Des « généralistes adaptables » ou des « spécialistes réadaptables » ?

Président de l’université Paris 5 René Descartes, le généticien Axel Kahn « essaie de former ses étudiants afin qu’ils aient une bonne insertion professionnelle. Ce qui suppose aussi de leur donner la possibilité de changer de métiers au cours de leur vie professionnelle. Nous avons besoin de spécialistes car c’est ce que demandent les responsables d’entreprises que je côtoie, mais des spécialistes réadaptables, avec de bonnes bases donc ».

Bernard Ramanantsoa , le directeur général du groupe HEC, lui-même de formation pluridisciplinaire, estime aussi qu’il faut nécessairement une dimension technique à une formation de manager même « si dans ce domaine, les savoirs d’hier changent et sont souvent remis en cause. Nous devons former des jeunes qui ont la capacité de se forger des grilles de lecture du monde qui les entoure. Un monde incohérent, mouvant. S’ils veulent l’expliquer aux autres en tant que manager, c’est nécessaire qu’ils le comprennent, qu’ils aient les clés et peut être alors pourront-ils le changer ». 

Un peu plus d’éthique dans les formations ?

Marc Drillech , en charge du marketing, de la communication et de la relation avec les médias pour le groupe Ionis, s’est fait applaudir de la salle en faisant remarquer que désormais tout le monde – les entreprises, les établissements d’enseignement supérieur, etc.- se voulait « éthique » : « Notre société est particulièrement hypocrite dans ce domaine. Concernant la crise financière, si la finalité du projet économique avait été partagée, nous n’aurions pas assisté à ces dérives ».

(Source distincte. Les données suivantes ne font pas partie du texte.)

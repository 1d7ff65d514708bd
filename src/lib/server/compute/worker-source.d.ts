/** A worker entry, bundled to one ESM string by the plugin in `scripts/worker-source-plugin.js`. */
declare module '*?worker-source' {
	const source: string;
	export default source;
}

« A partir du moment où la connaissance n’a pas d’autre sens qu’accroître un bonus, comme c’est le cas du monde des finances par exemple, alors on arrive à des situations comme celle que nous connaissons aujourd’hui, a enchéri Axel Kahn. Si un jeune ne peut dire vers quel objectif il va, alors il y aura forcément des dérapages. L’université dont je rêve doit apporter le savoir sur la nature des choses mais aussi donner les modalités de l’action ». 

Changer de paradigme dans le secondaire

D’après Marc Drillech, le système éducatif est aussi fautif. « Le secondaire en France est tout le contraire de l’esprit critique. C’est le conformisme même, l’absence de travail en équipe, or le travail en équipe est essentiel dans une entreprise… Le secondaire est la pierre angulaire du système éducatif, la réforme de l’éducation passe par là sinon nous n’arriverons à rien. D’autant que les entreprises consacrent très peu de temps à la formation, et enfoncent souvent les salariés dans leurs tâches quotidiennes… Il faut décréter un plan Marshall pour l’éducation ».

« Les politiques et la société française ont réellement commencé à parler de l’enseignement supérieur depuis quatre-cinq ans, rappelle Bernard Ramanantsoa. Cet intérêt est donc très récent. Le temps du politique n’est pas celui de l’éducation. Dans le meilleur des cas, le politique verra à cinq ans ». La prochaine étape selon lui ? L’évaluation de la politique menée en matière d’enseignement supérieur. Et les conséquences financières qui devraient en découler.